Крепкий мясной борщ, смешавшись с глотками сахарного самогона, уже не убаюкивал и расслаблял, а, наоборот, возымел обратное действие и как-то сразу выстроил новые картины в сознании, и картины эти похоронили колебания и сомнения насчет матери, которая никогда не думала о Сашенькином будущем. Мать Сашеньки была грубой, развратной женщиной, которая потеряла уже право на память героя-отца и связь с которой могла лишить и Сашеньку права на эту память. Матери у Сашеньки больше не было, но зато была Софья Леонидовна, которой можно было отдавать пенсию за отца, чтоб спокойно можно было там жить и питаться.

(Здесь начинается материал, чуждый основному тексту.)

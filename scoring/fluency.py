"""Fluency: the small causal model's perplexity of a summary, mapped to a bounded score.

Perplexity is PP = exp(mean negative log-likelihood per token) (Jurafsky & Martin, Speech
and Language Processing, 3rd ed., ch. 3). A summary is read in one pass after a beginning-of-
text token, so each sentence is scored in the context of the sentences before it; per-sentence
perplexities come from the same pass.

The rule that bounds it: the reference point is the source's own perplexity under the same
model (a sample of its sentences; without a source, ``REFERENCE_LOG_PP``). With
``gap = log PP(summary) - log PP(reference)``, ``fluency = exp(-max(0, gap) / scale)``: a
summary that reads as easily as its source scores 1, one whose perplexity is e^scale times
the source's scores 1/e. Sentences are flagged when they read poorly (their own gap above
``flag_gap``), have no verb (a deletion that removed it), or repeat an earlier sentence; the
last sentence is flagged "unfinished" when the summary stops mid-sentence (one cut to fit the
budget ends with an ellipsis and is not). The flagged share of words lowers the value by
``flag_penalty`` times that share.
"""

from __future__ import annotations

import functools
import math
import re
from dataclasses import dataclass, field
from typing import Protocol

from scoring.base import BaseScorer, Column, Result, Signature, result_dict
from scoring.lm import ModelSettings

# log PP of edited English prose under SmolLM2-135M (Q4_1 dequantised, bfloat16), each sentence
# read on its own: median 4.65 over 1,253 sentences of the demo documents and 5.23 over 199
# sentences of the LongSciVerify abstracts (lower-cased, tokenised), measured 2026-12-02.
# Used only when no source is given.
REFERENCE_LOG_PP = 4.7


class TokenModel(Protocol):
    """What fluency needs from a language model: per-token log-probabilities of texts."""

    def logprobs(self, pieces: list[list[str]]) -> list[list[list[float]]]:
        """For each text given as pieces (sentences), the log-probability of every token of
        every piece, read in order after a beginning-of-text token."""


@dataclass(frozen=True)
class FluencyConfig(ModelSettings):
    """Settings of the fluency scorer, after the model's.

    ``scale``: nats of perplexity gap over the source that take fluency from 1 to 1/e;
    ``flag_gap``: a sentence whose own gap exceeds this is flagged "reads poorly";
    ``flag_penalty``: how much the flagged share of words lowers the value (0 to 1);
    ``reference_sentences``: how many source sentences (an even sample) give the reference
    perplexity. Rules of thumb, not tuned (see the module docstring)."""

    scale: float = 2.0
    flag_gap: float = 1.5
    flag_penalty: float = 0.5
    reference_sentences: int = 24

    def __post_init__(self):
        super().__post_init__()
        if self.scale <= 0 or self.flag_gap <= 0:
            raise ValueError("scale and flag_gap must be positive")
        if not 0 <= self.flag_penalty <= 1:
            raise ValueError(f"flag_penalty must lie in [0, 1], got {self.flag_penalty}")
        if self.reference_sentences < 1:
            raise ValueError("reference_sentences must be at least 1")


@dataclass(frozen=True)
class SentenceFluency:
    text: str
    perplexity: float
    flags: tuple[str, ...]


@dataclass(frozen=True)
class FluencyScore(Result):
    """Fluency of one summary: the bounded value, the perplexities behind it, each sentence."""

    value: float
    perplexity: float
    reference_perplexity: float
    sentences: tuple[SentenceFluency, ...]
    signature: Signature = field(compare=False)

    @property
    def flagged(self) -> tuple[SentenceFluency, ...]:
        return tuple(s for s in self.sentences if s.flags)

    def to_dict(self) -> dict:
        return result_dict(self, sentences=[{"text": s.text, "perplexity": s.perplexity, "flags": list(s.flags)}
                                            for s in self.sentences])


def perplexity(logprobs: list[float]) -> float:
    """PP = exp(-mean log p). Empty input has no perplexity."""
    if not logprobs:
        raise ValueError("perplexity of an empty token sequence is undefined")
    return math.exp(-sum(logprobs) / len(logprobs))


_FINITE = {"VBD", "VBP", "VBZ", "MD"}
_WORD = re.compile(r"[a-z0-9']+")


@functools.lru_cache(maxsize=4096)
def _has_verb(sentence: str) -> bool:
    """A finite verb, or an imperative (a base-form verb at the root). A participle alone
    ("The filters, installed last spring.") is what a deletion that removed the verb leaves."""
    from scoring.models import load_spacy

    doc = load_spacy()(sentence)
    return any(t.tag_ in _FINITE or (t.dep_ == "ROOT" and t.tag_ == "VB") for t in doc)


def _trigrams(sentence: str) -> set[tuple[str, ...]]:
    words = _WORD.findall(sentence.lower())
    return {tuple(words[i : i + 3]) for i in range(len(words) - 2)}


class FluencyScorer(BaseScorer, name="fluency", label="Fluency", needs="source", config=FluencyConfig):
    """How easily the summary reads, from the small language model's perplexity relative to the
    source's: 1 = as easily as the source, lower = harder going."""

    columns = (
        Column("fluency", lambda r: r.value, "num2", "fluency", "Fluency"),
        Column("perplexity", lambda r: r.perplexity),
    )

    def __init__(self, config: FluencyConfig | None = None, model: TokenModel | None = None):
        super().__init__(config)
        if model is None:
            from scoring.lm import causal_lm

            model = causal_lm(self.config.dtype, self.config.batch_tokens)
        self.model = model
        self._references: dict[str, float] = {}

    def signature(self) -> Signature:
        c = self.config
        describe = getattr(self.model, "describe", None)
        model = describe() if describe else {"model": type(self.model).__name__, "dtype": c.dtype}
        return Signature.build(
            "fluency",
            {**model, "scale": c.scale,
             "flag_gap": c.flag_gap, "reference": f"source-sample-{c.reference_sentences}"},
            ("torch", "transformers", "spacy"),
        )

    def score(self, summary: str, *, source: str | None = None, reference=None) -> FluencyScore:
        return self.score_many([summary], source=source)[0]

    def score_many(self, summaries: list[str], *, source: str | None = None, references=None) -> list[FluencyScore]:
        from scoring.text import split_sentences

        ref = self.reference_log_pp(source)
        split = [split_sentences(s) if s and s.strip() else [] for s in summaries]
        scored = self.model.logprobs([s for s in split if s]) if any(split) else []
        results, k = [], 0
        sig = self.signature()
        for sentences in split:
            if not sentences:
                results.append(FluencyScore(0.0, float("inf"), round(math.exp(ref), 3), (), sig))
                continue
            results.append(self._one(sentences, scored[k], ref, sig))
            k += 1
        return results

    def reference_log_pp(self, source: str | None) -> float:
        """log PP of the source (an even sample of its sentences), cached per source."""
        if not source or not source.strip():
            return REFERENCE_LOG_PP
        key = str(hash(source))
        if key not in self._references:
            from scoring.text import split_sentences

            sentences = [s for s in split_sentences(source) if len(s.split()) >= 4] or split_sentences(source)
            n = self.config.reference_sentences
            step = max(1, len(sentences) // n)
            sample = sentences[::step][:n]
            # each sentence on its own, so the sample's order does not matter
            scored = self.model.logprobs([[s] for s in sample])
            flat = [x for text in scored for piece in text for x in piece]
            self._references[key] = -sum(flat) / len(flat)
        return self._references[key]

    def _one(self, sentences: list[str], scored: list[list[float]], ref: float, sig: Signature) -> FluencyScore:
        c = self.config
        flat = [x for piece in scored for x in piece]
        log_pp = -sum(flat) / len(flat)
        seen: set[tuple[str, ...]] = set()
        out, flagged_words = [], 0
        for n, (text, lps) in enumerate(zip(sentences, scored)):
            flags = []
            own = -sum(lps) / len(lps) if lps else ref
            if own - ref > c.flag_gap:
                flags.append("reads poorly")
            if len(text.split()) >= 3 and not _has_verb(text):
                flags.append("no verb")
            last = n == len(sentences) - 1
            if last and not text.rstrip().endswith((".", "!", "?", '"', "'", ")", ":", ";", "\u2026")):
                flags.append("unfinished")  # the summary stops mid-sentence
            grams = _trigrams(text)
            if grams and len(grams & seen) * 2 >= len(grams):
                flags.append("repeats")
            seen |= grams
            if flags:
                flagged_words += len(text.split())
            out.append(SentenceFluency(text, round(math.exp(own), 3), tuple(flags)))
        base = math.exp(-max(0.0, log_pp - ref) / c.scale)
        share = flagged_words / max(1, sum(len(s.split()) for s in sentences))
        value = base * (1 - c.flag_penalty * share)
        return FluencyScore(round(value, 6), round(math.exp(log_pp), 3), round(math.exp(ref), 3), tuple(out), sig)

– Наплевать! – закричала Сашенька. – Я не возьму назад заявление!.. Вот... Эта женщина родила меня, но не воспитала!.. А мать не та, что рожает, а наоборот!.. То есть кто выращивает!.. Знать не хочу!.. Мой отец за родину!.. Он сражался!.. Отдал жизнь!..
Вдруг слезы сами потекли, да так обильно, что мокрыми стали не только лицо, но и грудь, и руки, и пряди волос, которые, растрепавшись, ниспадали на Сашенькины щеки. Ганна взяла Сашеньку за плечи, теплые руки ее пахли сушеными вишнями, но запах этот лишь в первый момент приятно повеял на Сашеньку, в следующее мгновение Сашеньке стало жаль себя, а теплые вкусные руки Ганны еще более распалили эту жалость и обиду на жизнь. Сашенька вырвалась, глянула искоса на застывшего в изумлении дежурного, а на «культурника» глядеть не стала, повернувшись к нему спиной; потом Сашенька шагнула в сени, схватила шубку, пуховый берет и выбежала на морозный воздух, побежала уже в полной тьме, между тем наступившей. Такой черной ночи Сашенька давно не припомнит, а в действительности был вечер, и не очень поздний, часов семь-восемь. Но все уже спало, только кое-где мелькали слабые огоньки, еще более усиливающие глухоту и запустение совершенно теперь неузнаваемой местности.